Pin Stripers use or used to use one shot for pin stripes on cars, wheels, monograms on doors etc. I taught art for over 35 years, had available to me all kinds of assorted paints from water base to lacquer to enamel. I use one shot and am using it now to restore a vintage toy. The biggest "mistake" is using a cheap bristol brush- then you blame the paint because you didn't have a correct flat ( not pointy - round) brush. Something about 3/8 or 1/2 inch work best. No need to thin. It flattens/flows  out and you do not see the brush hair lines. Clean up your brush with a decent thinner. One shot is not cheap! But it is very tough/ durable  and long lasting - ALLOW A LOT OF TIME TO SET/DRY. Double what it says on the can, do not press your finger in it to see if it is dry - you will leave a finger print! !!!!!!  Better to let it dry in a place that does not see a lot of activity so dust then floats around and lands in tacky paint.

Sorry if this seems like a lecture but remember I was a teacher! Be a good lad or lassy and listen to your teacher! ( or you will have to start over, there is no quick fix if you goof up)  Experiment on a scrap piece to see how well the paint flows ( best practice piece is a piece of masonite, primed , sanded. then use the one shot on it as the surface will be as about as close to what you want and will paint.

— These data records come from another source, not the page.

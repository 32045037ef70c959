// SPDX-License-Identifier: GPL-3.0-or-later
#pragma once

#include <Eigen/Core>
#include <complex>
#include <vector>

namespace hoverwright::ident {

/// H(s) = gain · Π(s - zero) / Π(s - pole) · exp(-delay s). Real coefficients: complex zeros and poles in
/// pairs.
struct TransferFunction {
  double gain = 0.0;
  std::vector<std::complex<double>> zeros;
  std::vector<std::complex<double>> poles;
  double delay_s = 0.0;

  /// H(jω), ω = 2π f.
  [[nodiscard]] std::complex<double> response(double frequency_hz) const;
};

}  // namespace hoverwright::ident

You don't need a huge can of paint. Buy smallest or medium size then if you need more buy more. Go to a quality art store for ART SUPPLIES not some children's craft store - they will not have it. This is not a kids paint, ( fumes etc) so it will not be in the 'craft project of the week' section.

Thanks for the information, I will try it on another (scrap) plate and stay away from the reducer to begin with.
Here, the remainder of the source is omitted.